# 深层卷积神经网络 - AlexNet

1.制约深度学习发展的两个因素有
* 数据
* 硬件
深度学习是指通过学习浅层特征层层递进，进而可以表示出高层语义，是一种层进式的结构。

2.**AlexNet**

* 与相对较小的LeNet相比，AlexNet包含8层变换，其中有五层卷积和两层全连接隐含层，以及一个输出层。

* 第一层中卷积核的大小是$11 \times 11$，接着第二层中的是$5 \times 5$，之后都是$3 \times 3$。此外，第一，第二和第五个卷积层之后都跟了有重叠的大小为$3 \times 3$，步距为$2 \times 2$的池化操作。

* 五层卷积层的输出通道数分别为\[96, 256, 384, 384, 256\]

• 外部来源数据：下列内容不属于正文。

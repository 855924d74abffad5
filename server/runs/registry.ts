import type { RunKinds } from "./kinds";
import { bootstrapRun } from "./bootstrap";
import { riskRun } from "./risk";
import { uncertaintyRun } from "./uncertainty";
import { warmingRun } from "./warming";

/** Every kind of Run the server can start and the workers can compute. */
export const RUN_KINDS: RunKinds = {
  risk: riskRun as RunKinds[string],
  uncertainty: uncertaintyRun as RunKinds[string],
  bootstrap: bootstrapRun as RunKinds[string],
  warming: warmingRun as RunKinds[string],
};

* 紧接着卷积层，原版的AlexNet有每层大小为4096个节点的全连接层，这两个巨大的全连接层带来将近1GB的模型大小。

下面我们实现AlexNet。

我们将图片resize到$224 \times 224$，这是原论文中的图片尺寸，我们使用CIFAR10数据集。

另外科普一下$ImageNet$，包含1000个类别，100万张图片，每张图片大小为$256 \times 256$。

In [1]:
import mxnet as mx

from mxnet import nd
from mxnet import gluon
from mxnet import autograd

import utils

ctx = mx.gpu()

## 加载数据

In [2]:
batch_size = 64
train_data, test_data = utils.load_dataset(batch_size, resize=224, data_type='cifar10')

In [3]:
for data, _ in train_data:
    data = data.as_in_context(ctx)
    print(data.shape)
    break

(64, 3, 224, 224)


## 定义模型

**AlexNet**

* 与相对较小的LeNet相比，AlexNet包含8层变换，其中有五层卷积和两层全连接隐含层，以及一个输出层。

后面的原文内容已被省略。